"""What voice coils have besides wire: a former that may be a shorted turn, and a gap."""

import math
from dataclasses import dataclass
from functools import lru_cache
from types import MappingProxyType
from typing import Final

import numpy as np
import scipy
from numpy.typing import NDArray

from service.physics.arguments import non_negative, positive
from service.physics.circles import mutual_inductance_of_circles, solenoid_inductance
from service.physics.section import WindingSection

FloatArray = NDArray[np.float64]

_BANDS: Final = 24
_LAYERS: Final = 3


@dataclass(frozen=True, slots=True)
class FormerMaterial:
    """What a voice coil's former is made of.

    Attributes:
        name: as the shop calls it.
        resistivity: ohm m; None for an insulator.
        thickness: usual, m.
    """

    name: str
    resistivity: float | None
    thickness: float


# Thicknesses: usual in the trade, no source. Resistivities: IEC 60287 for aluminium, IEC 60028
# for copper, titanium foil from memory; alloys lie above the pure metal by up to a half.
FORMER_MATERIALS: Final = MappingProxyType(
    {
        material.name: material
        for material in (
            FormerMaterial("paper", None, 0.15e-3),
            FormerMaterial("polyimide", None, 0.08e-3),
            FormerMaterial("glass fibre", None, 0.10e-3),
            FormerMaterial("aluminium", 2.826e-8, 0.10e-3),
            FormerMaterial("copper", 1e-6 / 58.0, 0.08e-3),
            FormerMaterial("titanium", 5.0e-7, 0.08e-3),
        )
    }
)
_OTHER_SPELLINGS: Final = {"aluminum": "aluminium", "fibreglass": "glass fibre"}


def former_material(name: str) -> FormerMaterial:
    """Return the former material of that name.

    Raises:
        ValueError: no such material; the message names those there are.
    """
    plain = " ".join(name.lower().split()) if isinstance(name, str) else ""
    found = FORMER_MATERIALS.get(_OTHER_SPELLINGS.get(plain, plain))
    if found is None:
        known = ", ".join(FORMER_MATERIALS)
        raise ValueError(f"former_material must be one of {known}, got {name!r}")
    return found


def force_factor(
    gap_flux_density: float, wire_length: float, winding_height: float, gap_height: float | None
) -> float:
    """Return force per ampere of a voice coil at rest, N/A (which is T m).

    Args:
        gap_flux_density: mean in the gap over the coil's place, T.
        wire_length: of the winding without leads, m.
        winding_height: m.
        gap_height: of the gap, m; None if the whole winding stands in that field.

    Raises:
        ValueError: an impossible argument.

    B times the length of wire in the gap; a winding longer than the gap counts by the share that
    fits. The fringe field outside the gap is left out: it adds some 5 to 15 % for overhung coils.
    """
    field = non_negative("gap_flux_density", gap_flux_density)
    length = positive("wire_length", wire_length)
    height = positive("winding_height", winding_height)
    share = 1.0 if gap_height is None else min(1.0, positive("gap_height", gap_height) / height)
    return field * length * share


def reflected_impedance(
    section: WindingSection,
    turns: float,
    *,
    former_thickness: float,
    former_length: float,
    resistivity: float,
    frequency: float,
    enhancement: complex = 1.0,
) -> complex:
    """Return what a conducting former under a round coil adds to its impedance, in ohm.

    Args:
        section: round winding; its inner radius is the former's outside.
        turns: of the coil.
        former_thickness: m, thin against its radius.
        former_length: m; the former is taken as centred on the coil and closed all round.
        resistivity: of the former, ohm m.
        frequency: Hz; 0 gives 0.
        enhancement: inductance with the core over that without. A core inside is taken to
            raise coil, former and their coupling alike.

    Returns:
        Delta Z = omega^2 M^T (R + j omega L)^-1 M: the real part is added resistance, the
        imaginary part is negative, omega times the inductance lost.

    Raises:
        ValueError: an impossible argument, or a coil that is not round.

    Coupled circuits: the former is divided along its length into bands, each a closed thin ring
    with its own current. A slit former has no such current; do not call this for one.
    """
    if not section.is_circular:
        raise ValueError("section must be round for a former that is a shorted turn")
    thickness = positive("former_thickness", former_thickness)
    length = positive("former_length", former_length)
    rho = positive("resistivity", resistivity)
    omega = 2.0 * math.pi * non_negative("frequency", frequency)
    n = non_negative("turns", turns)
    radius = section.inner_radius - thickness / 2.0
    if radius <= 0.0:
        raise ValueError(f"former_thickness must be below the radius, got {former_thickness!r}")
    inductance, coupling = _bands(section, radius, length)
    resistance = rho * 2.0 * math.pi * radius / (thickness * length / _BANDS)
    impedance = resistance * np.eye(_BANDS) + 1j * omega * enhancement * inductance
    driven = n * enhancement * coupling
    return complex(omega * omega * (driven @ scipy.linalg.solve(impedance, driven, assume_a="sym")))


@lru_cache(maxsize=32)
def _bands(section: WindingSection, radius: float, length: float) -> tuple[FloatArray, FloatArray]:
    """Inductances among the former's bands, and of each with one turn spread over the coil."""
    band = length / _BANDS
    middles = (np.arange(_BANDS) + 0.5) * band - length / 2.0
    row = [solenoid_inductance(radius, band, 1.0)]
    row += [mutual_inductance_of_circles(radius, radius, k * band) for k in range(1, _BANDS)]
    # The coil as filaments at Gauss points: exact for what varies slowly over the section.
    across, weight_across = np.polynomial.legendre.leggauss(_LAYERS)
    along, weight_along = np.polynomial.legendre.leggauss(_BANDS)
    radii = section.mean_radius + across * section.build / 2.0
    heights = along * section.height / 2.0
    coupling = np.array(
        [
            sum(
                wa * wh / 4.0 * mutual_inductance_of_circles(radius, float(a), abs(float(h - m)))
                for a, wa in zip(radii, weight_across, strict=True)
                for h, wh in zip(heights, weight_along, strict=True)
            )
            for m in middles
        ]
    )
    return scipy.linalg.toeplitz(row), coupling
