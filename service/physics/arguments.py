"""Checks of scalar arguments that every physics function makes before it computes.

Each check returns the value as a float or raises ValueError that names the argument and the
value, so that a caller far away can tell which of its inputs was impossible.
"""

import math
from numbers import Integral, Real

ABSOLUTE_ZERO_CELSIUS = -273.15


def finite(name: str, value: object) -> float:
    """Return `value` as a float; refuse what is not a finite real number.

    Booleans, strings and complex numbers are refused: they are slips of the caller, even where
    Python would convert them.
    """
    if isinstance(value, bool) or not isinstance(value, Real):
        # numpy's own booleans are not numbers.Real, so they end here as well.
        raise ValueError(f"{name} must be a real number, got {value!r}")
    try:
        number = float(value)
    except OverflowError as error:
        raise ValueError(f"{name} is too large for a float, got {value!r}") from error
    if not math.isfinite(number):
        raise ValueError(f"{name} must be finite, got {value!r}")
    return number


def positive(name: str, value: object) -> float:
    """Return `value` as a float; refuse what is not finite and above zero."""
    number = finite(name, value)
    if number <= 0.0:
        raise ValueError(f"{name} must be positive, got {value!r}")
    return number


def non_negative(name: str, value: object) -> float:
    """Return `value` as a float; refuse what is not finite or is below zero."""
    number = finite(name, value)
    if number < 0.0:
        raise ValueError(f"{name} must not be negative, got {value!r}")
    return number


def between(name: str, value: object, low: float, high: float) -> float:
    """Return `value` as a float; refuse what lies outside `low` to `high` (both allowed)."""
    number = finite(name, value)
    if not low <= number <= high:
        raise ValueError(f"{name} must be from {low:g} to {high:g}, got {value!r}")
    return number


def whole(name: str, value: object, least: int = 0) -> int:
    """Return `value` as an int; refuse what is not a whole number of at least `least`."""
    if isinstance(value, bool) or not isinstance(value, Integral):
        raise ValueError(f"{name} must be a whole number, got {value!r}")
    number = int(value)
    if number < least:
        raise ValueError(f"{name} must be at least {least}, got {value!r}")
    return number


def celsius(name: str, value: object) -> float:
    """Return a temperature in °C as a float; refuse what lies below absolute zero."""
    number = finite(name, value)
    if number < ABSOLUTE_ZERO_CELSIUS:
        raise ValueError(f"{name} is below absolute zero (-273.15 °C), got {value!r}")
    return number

Exercise goal
Repeat the material word for word from its opening line up to and including the line containing "import scipy".

Answer box
"""What voice coils have besides wire: a former that may be a shorted turn, and a gap."""

import math
from dataclasses import dataclass
from functools import lru_cache
from types import MappingProxyType
from typing import Final

import numpy as np
import scipy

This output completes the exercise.